Inclusion criteria :

I 01. Males or females enrolled in Phase 1 or Phase 2 studies of SAR245408 or SAR245409 as
monotherapy or in combination with other regimens who have complete data collection for
the primary endpoint(s) of the parental study or who are being treated beyond the parental
study cut-off and meet all the criteria to continue to be treated per the parental
protocol.

I 02. All sexually active subjects (male and female) must agree to continue to use
accepted methods of barrier contraception (ie, condoms) during the course of the study and
for 3 months after discontinuation of study treatment. For women of childbearing potential
and for men who can father a child, a second method of contraception in addition to a
barrier method is recommended. Hormonal contraception should be avoided in subjects taking
SAR245408 due to possible drug-drug interaction.

I 03. Female subjects of childbearing potential must have a negative pregnancy test at
baseline. Females of childbearing potential are defined as sexually mature women without
prior hysterectomy or who have had any evidence of menses in the past 12 months. However,
women who have been amenorrheic for 12 or more months are still considered to be of
childbearing potential if the amenorrhea is possibly due to other causes, including prior
chemotherapy, anti-estrogens, or ovarian suppression

Exclusion criteria:

E 01. The subject discontinued the parental study due to toxicity

E 02. Ongoing Grade 3 or higher Adverse Event (AE)

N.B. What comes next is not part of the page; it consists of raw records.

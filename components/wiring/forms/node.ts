import { NODE_WORDS } from '@/lib/wording/wiring-parts';
import type { Group } from '../spec';
import { named } from './options';

/** Buses come with a later version of the worker, so they cannot be chosen here yet. */
const kinds = named(NODE_WORDS).filter((one) => one.value === 'socket' || one.value === 'http');

export function nodeGroups(isNew: boolean): Group[] {
  return [
    {
      specs: [
        {
          as: 'text',
          path: 'key',
          label: 'Name of the node',
          hint: 'Short, as on its lid: LH-1. Letters, digits, dot, dash.',
        },
        ...(isNew ? ([{ as: 'choice', path: 'kind', label: 'What it does', options: kinds }] as const) : []),
        {
          as: 'number',
          path: 'reportEvery',
          label: 'Reports every',
          quantity: 'seconds',
          hint: 'A point that is silent for three of these is not trusted.',
        },
        {
          as: 'number',
          path: 'channels',
          label: 'Relays on its board',
          quantity: 'number',
          hint: 'None for a node that only measures: 0.',
        },
      ],
    },
  ];
}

E 03. Ongoing Serious Adverse Event (SAE)

E 04. Subjects with ongoing dose interruption for any reason unless the subject fulfills
the criteria in the parental protocol for restarting IMP. In such case subject will start
the treatment-extension study on Day 1 of the initiation period

E 05. The subject has any of the following laboratory values ≥ Common Terminology of
Adverse Events (CTCAE) Grade 3

- Absolute neutrophil count (ANC),

- Platelet count,

- Hemoglobin,

- Bilirubin,

- Serum creatinine or calculated creatinine clearance,

- Alanine aminotransferase (ALT) and aspartate aminotransferase (AST),

- Fasting plasma glucose (FPG),

- Prothrombin time/international normalized ratio (PT/INR) and activated partial
thromboplastin time (aPTT)

E 06. The subject has a baseline corrected QT interval (QTc) >481 msec or if a subject has
had a QTc interval increase of ≥ 60 msec from parental protocol baseline to an absolute
value of > 470 msec

E 07. The subject has a known allergy or hypersensitivity to components of the study
treatment formulation(s)

E 08. The subject is pregnant or breastfeeding

The above information is not intended to contain all considerations relevant to a
patient's potential participation in a clinical trial.